# net wrapping round bales



## ZetorProxima90 (Jun 11, 2018)

I am in the process of purchasing a Vermeer 5420 Rebel round baler with twine and net wrap features. I have never had a net wrap baler before (only twine) and know little about the science.

1) On ave how many wraps should be put on each bale? My baler will make a 4'x4' (800 lb) bale up to a 4'x5' (1000 lb max) bale.

2) Is there a bare bones minimum and/or maximum number of wraps x bale?

3) Are there better or worse brands of net wrap? In my area Fleet Farm carries it and I see I can get it through Amazon or the local machinery dealerships.

4) On ave how many 4'x5' bales will I be able to wrap from one roll of net wrap? How about a 4'x4' bale, how may bales per roll?

5) For custom baling how much more should I charge x bale for net wrap as opposed to twine tie?

Has anyone who has a Vermeer 5420 rebel net wrap baler had really good luck or bad luck with the baler?? Thanks guys for the feedback.

JBBadd.


----------



## somedevildawg (Jun 20, 2011)

Lots of variable here to deal with....
1) Amount of net per bale.....as a general rule of thumb 3-3.5 wraps
2) you'll have to decide that thru trial and error, that shouldn't be a problem 
3) lord yes....don't buy net from Amazon for cryin out loud.
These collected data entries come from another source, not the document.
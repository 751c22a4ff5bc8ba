"""What would work when the kit's channels do not: the frequencies that cover the NVIS zone at the hours
no channel works, and the highest NVIS frequency of the day.

From the sky layer's own figures: a frequency covers the zone from 0 km only at or below foF2 (the MUF
at zero range, secant law at vertical incidence), and reliably — most days of the month — at or below
the FOT, 0.85 × foF2; at the low end absorption and noise take the signal-to-noise below what the mode
needs. Each frequency of a 50 kHz grid over the HF range is traced through the same reach model as the
channels (:mod:`fieldkit.sky.reach`), with the antenna gain of the nearest channel (a dipole re-cut for
a nearby frequency and hung the same way keeps about its pattern: that is the approximation here).

References
----------
.. [1] Secant law and Martyn's theorem: MUF(D) = foF2 sec φ, so MUF(0) = foF2 (K. Davies, *Ionospheric
   Radio*, IEE 1990, ch. 6).
.. [2] FOT = 0.85 × monthly-median MUF (Federal Standard 1037C).
"""

from __future__ import annotations

from collections.abc import Callable, Sequence
from dataclasses import asdict, dataclass

import numpy as np

from fieldkit.sky.gain import ElevationGain
from fieldkit.sky.inputs import MAX_CHANNEL_MHZ, MIN_CHANNEL_MHZ, Schedule
from fieldkit.sky.path_geometry import fot_mhz
from fieldkit.sky.ranking import NVIS_ZONE_KM, clock_text, hour_score, schedule_hours
from fieldkit.sky.reach import HourReach

FREQUENCY_STEP_MHZ = 0.05  # the grid of trial frequencies: finer than a channel plan needs
# Without a sky estimate: NVIS is worked on about 2–10 MHz; foF2 rarely exceeds 10 MHz outside solar
# maximum (common practice, no single source)
COMMON_NVIS_TOP_MHZ = 10.0


@dataclass(frozen=True)
class WorkingBand:
    """What covers the NVIS zone at one hour.

    Attributes
    ----------
    hour_utc : the hour
    fof2_mhz : the sky estimate's foF2 then [MHz]
    fot_mhz : 0.85 × foF2: reliable most days up to here [MHz]
    low_mhz, high_mhz : lowest and highest trial frequency that covers the whole zone (0–300 km, or
        the schedule's distances) [MHz]; None when none does
    """

    hour_utc: int
    fof2_mhz: float
    fot_mhz: float
    low_mhz: float | None
    high_mhz: float | None


def idle_hours(
    schedule: Schedule, channels: Sequence[tuple[float, list[HourReach]]], hours_utc
) -> list[int]:
    """Indices of the schedule's hours at which no channel reaches any of the NVIS zone, in the
    window's order (from its start, past midnight)."""
    hours = np.asarray(hours_utc, dtype=float)
    idle = [
        i
        for i in schedule_hours(schedule, hours)
        if all(hour_score(rows[i], schedule.distances_km) <= 0.0 for _, rows in channels)
    ]
    return sorted(idle, key=lambda i: (hours[i] - schedule.start_utc_h) % 24.0)


def _full(row: HourReach, distances_km) -> bool:
    want = len(distances_km) if distances_km else NVIS_ZONE_KM[1] - 1e-6
    return hour_score(row, distances_km) >= want


def working_bands(
    ctx, hour_indices: Sequence[int], gain_for: Callable[[float], ElevationGain], distances_km=None
) -> list[WorkingBand]:
    """The frequencies that would cover the zone at each of the given hours.

    Parameters
    ----------
    ctx : fieldkit.sky.day.SkyContext
    hour_indices : which hours of the day
    gain_for : frequency [MHz] -> the antenna gain to use there
    distances_km : the schedule's distances, or None for the whole 0–300 km zone
    """
    idx = list(hour_indices)
    if not idx:
        return []
    fof2 = np.asarray(ctx.sky.fof2_mhz, dtype=float)[idx]
    top = min(MAX_CHANNEL_MHZ, float(fof2.max()) + FREQUENCY_STEP_MHZ)
    grid = np.arange(MIN_CHANNEL_MHZ, top + 1e-9, FREQUENCY_STEP_MHZ)
    ok = np.zeros((len(idx), len(grid)), dtype=bool)
    for j, f in enumerate(grid):
        rows = ctx.reach(float(f), gain_for(float(f)), hours=idx)
        ok[:, j] = [_full(r, distances_km) for r in rows]
    out = []
    for k, i in enumerate(idx):
        good = grid[ok[k]]
        out.append(
            WorkingBand(
                hour_utc=int(ctx.sky.hours_utc[i]),
                fof2_mhz=round(float(fof2[k]), 2),
                fot_mhz=round(float(fot_mhz(muf_mhz=fof2[k])), 2),
                low_mhz=round(float(good.min()), 2) if good.size else None,
                high_mhz=round(float(good.max()), 2) if good.size else None,
            )
        )
    return out


def hours_text(hours: Sequence[int]) -> str:
    """Hour samples as UTC spans: [21, 22, 23, 0, 1, 2] -> "21:00–02:00 UTC"."""
    hs = sorted(set(int(h) % 24 for h in hours))
    if not hs:
        return ""
    spans, start, prev = [], hs[0], hs[0]
    for h in hs[1:]:
        if h != prev + 1:
            spans.append((start, prev))
            start = h
        prev = h
    spans.append((start, prev))
    if len(spans) > 1 and spans[0][0] == 0 and spans[-1][1] == 23:  # wraps past midnight
        spans = [(spans[-1][0], spans[0][1]), *spans[1:-1]]
    parts = [clock_text(a) if a == b else f"{clock_text(a)}–{clock_text(b)}" for a, b in spans]
    return ", ".join(parts) + " UTC"


def summary(bands: Sequence[WorkingBand], distances_km=None) -> dict:
    """The range that works at every idle hour, with the words for the plan's warnings."""
    hours = [b.hour_utc for b in bands]
    lows = [b.low_mhz for b in bands if b.low_mhz is not None]
    highs = [b.high_mhz for b in bands if b.high_mhz is not None]
    fof2 = [b.fof2_mhz for b in bands]
    zone = f"all of {', '.join(f'{d:g}' for d in distances_km)} km" if distances_km else "0–300 km"
    out = {
        "hours_utc": hours,
        "fof2_mhz": [min(fof2), max(fof2)],
        "fot_mhz": min(b.fot_mhz for b in bands),
        "low_mhz": None,
        "high_mhz": None,
        "by_hour": [asdict(b) for b in bands],
    }
    when = hours_text(hours)
    n = len(hours)
    head = (
        f"no channel of the kit works at {when} ({n} hour{'s' if n != 1 else ''} of the schedule)"
    )
    sky = f"foF2 {min(fof2):.1f}–{max(fof2):.1f} MHz by the sky estimate"
    if len(lows) == len(bands) and max(lows) <= min(highs):
        lo, hi = max(lows), min(highs)
        out["low_mhz"], out["high_mhz"] = lo, hi
        reliable = min(out["fot_mhz"], hi)
        text = f"{head}: about {lo:.1f}–{hi:.1f} MHz would cover {zone} then ({sky}"
        if reliable >= lo:
            text += f"; up to {reliable:.1f} MHz on most days, the FOT"
        else:
            text += (
                f"; all of it above the FOT, {out['fot_mhz']:.1f} MHz: on some days the layer will "
                "not return it"
            )
        out["words"] = text + ")"
    elif lows:
        each = "; ".join(
            f"{clock_text(b.hour_utc)} {b.low_mhz:.1f}–{b.high_mhz:.1f} MHz"
            for b in bands
            if b.low_mhz is not None
        )
        out["words"] = (
            f"{head}: no one frequency covers {zone} at all of them; by hour: {each} ({sky})"
        )
    else:
        out["words"] = (
            f"{head}: no frequency from {MIN_CHANNEL_MHZ:g} MHz up covers {zone} then with this "
            f"radio and antenna ({sky}): plan for other hours or more power"
        )
    return out


def nvis_ceiling(ctx) -> tuple[float, int]:
    """The highest frequency that reaches the zone from 0 km at any hour of the day — the day's
    largest foF2 [MHz] — and its hour (MUF at zero range = foF2 [1]_)."""
    fof2 = np.asarray(ctx.sky.fof2_mhz, dtype=float)
    i = int(np.argmax(fof2))
    return float(fof2[i]), int(ctx.sky.hours_utc[i])


def above_nvis_words(frequency_mhz: float, ceiling: tuple[float, int] | None) -> str | None:
    """A warning when a channel lies above the NVIS range: above the day's largest foF2 (with a sky
    estimate), or above the frequencies NVIS normally uses (without one); None otherwise."""
    f = frequency_mhz
    if ceiling is not None:
        top, hour = ceiling
        if f <= top:
            return None
        return (
            f"{f:g} MHz is above the NVIS range of this day: the highest frequency that comes back "
            f"from straight overhead is about {top:.1f} MHz (foF2 at {clock_text(hour)} UTC, sky "
            "estimate); on this channel the wave goes through the ionosphere overhead and returns only "
            f"beyond a skip zone, if at all — choose a channel below {top:.1f} MHz for 0–300 km"
        )
    if f <= COMMON_NVIS_TOP_MHZ:
        return None
    return (
        f"{f:g} MHz is above the frequencies NVIS normally uses (about 2–{COMMON_NVIS_TOP_MHZ:g} MHz, "
        "common practice): it rarely comes back from straight overhead; give a sky block (the site's "
        "position and the date) for the highest NVIS frequency of the day"
    )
Tama, Pritchett, lots of good ones
4) variables to 1) but about 300
5) you should charge more for twine, not net.....


----------



## r82230 (Mar 1, 2016)

1) with quality net wrap 2.25 wraps (need a little over-lap IMHO), with hay, add a layer for straw.

2) see answer 1

3) DEFINITELY differences, suggest you look at weight of roll with same footage and NOT just price. 

4) Depends on number of wraps (see answer #1). A 5' diameter bale, takes about 19.6' per wrap, so at 2.25 wraps you are looking at around 44' per bale. 9840' roll about 220 bales (in theory)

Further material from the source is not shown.